*Task goal:* What is wanted is an exact copy of the lines from the top of the listing through the line containing "type Drag, type".

___

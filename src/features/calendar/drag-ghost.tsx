import { useDndMonitor } from '@dnd-kit/core'
import { Check, OctagonAlert, TriangleAlert } from 'lucide-react'
import { useEffect, useState } from 'react'
import type { Calendar } from '../../../shared/bookings/calendar-schemas.ts'
import { nameOf } from './booking-steps.ts'
import { daysInWords, type Drag, type Landing, weightOf } from './drag-plan.ts'

const borders = { free: 'border-leaf', caution: 'border-ochre', clash: 'border-stop' }
const widthPx = 320
const gapPx = 16
const mostLines = 3

function pointOf(event: MouseEvent | TouchEvent): { x: number; y: number } | null {
  if (event instanceof MouseEvent) return { x: event.clientX, y: event.clientY }
  const touch = event.touches[0]
  return touch ? { x: touch.clientX, y: touch.clientY } : null
}

/** Where the pointer is, or by keys the cell the thing in hand stands on. */
function useGhostPlace(): { x: number; y: number } | null {
  const [at, setAt] = useState<{ x: number; y: number } | null>(null)
  useDndMonitor({
    onDragOver: ({ activatorEvent, over }) => {
      if (activatorEvent instanceof KeyboardEvent && over)
        setAt({ x: over.rect.left + over.rect.width, y: over.rect.top })
    },
  })
  useEffect(() => {
    const follow = (event: MouseEvent | TouchEvent) => setAt(pointOf(event))
    document.addEventListener('mousemove', follow)
    document.addEventListener('touchmove', follow)
    return () => {
      document.removeEventListener('mousemove', follow)
      document.removeEventListener('touchmove', follow)
    }
  }, [])
  return at
}

function Said({ landing }: { landing: Landing | null }) {
  if (!landing) return <p className="text-ink-soft">Carry it onto a crew’s day.</p>
  if (landing.isIdle) return <p className="text-ink-soft">Where it is now.</p>
  if (landing.clashes.length === 0)
    return (
      <p className="flex items-center gap-1 font-semibold text-leaf">
        <Check size={16} aria-hidden className="shrink-0" /> Nothing in the way
      </p>
    )
  const more = landing.clashes.length - mostLines
  return (
    <ul>
      {landing.clashes.slice(0, mostLines).map((clash) => {
        const Icon = clash.weight === 'clash' ? OctagonAlert : TriangleAlert
        return (
          <li
            key={clash.text}
            className={`flex items-start gap-1 font-semibold ${clash.weight === 'clash' ? 'text-stop' : 'text-ochre'}`}
          >
            <Icon size={16} aria-hidden className="mt-0.5 shrink-0" />
            <span className="line-clamp-4 min-w-0 [overflow-wrap:anywhere]">{clash.text}</span>
          </li>
        )
      })}
      {more > 0 ? <li>and {more} more</li> : null}
    </ul>
  )
}

/** What is in hand, where it would land, and what stands in the way there. */
export function DragGhost(props: { calendar: Calendar; drag: Drag; landing: Landing | null }) {
  const { calendar, drag, landing } = props
  const at = useGhostPlace()
  if (!at) return null
  const crew = calendar.crews.find((one) => one.id === landing?.crewId)
  const title =
    drag.kind === 'job' ? `${drag.job.number} ${drag.job.title}` : nameOf(drag.bar.booking)
  const isRightFull = at.x + gapPx + widthPx > window.innerWidth
  const weight = landing && !landing.isIdle ? weightOf(landing) : null
  return (
    <div
      aria-hidden
      className={`pointer-events-none fixed z-50 rounded-md border-4 bg-sheet p-2 text-sm leading-snug shadow-float ${weight ? borders[weight] : 'border-ink-soft'}`}
      style={{
        width: Math.min(widthPx, window.innerWidth - gapPx),
        left: Math.max(4, isRightFull ? at.x - gapPx - widthPx : at.x + gapPx),
        top: Math.min(at.y + gapPx, window.innerHeight - 150),
      }}
    >
      <p className="line-clamp-2 font-extrabold [overflow-wrap:anywhere]">{title}</p>
      {landing ? (
        <p>
          {crew?.name}, {daysInWords(landing.days)}
        </p>
      ) : null}
      <Said landing={landing} />
    </div>
  )
}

___

*Solution below:*
filename src/features/calendar/drag-ghost.tsx
import { useDndMonitor } from '@dnd-kit/core'
import { Check, OctagonAlert, TriangleAlert } from 'lucide-react'
import { useEffect, useState } from 'react'
import type { Calendar } from '../../../shared/bookings/calendar-schemas.ts'
import { nameOf } from './booking-steps.ts'
import { daysInWords, type Drag, type Landing, weightOf } from './drag-plan.ts'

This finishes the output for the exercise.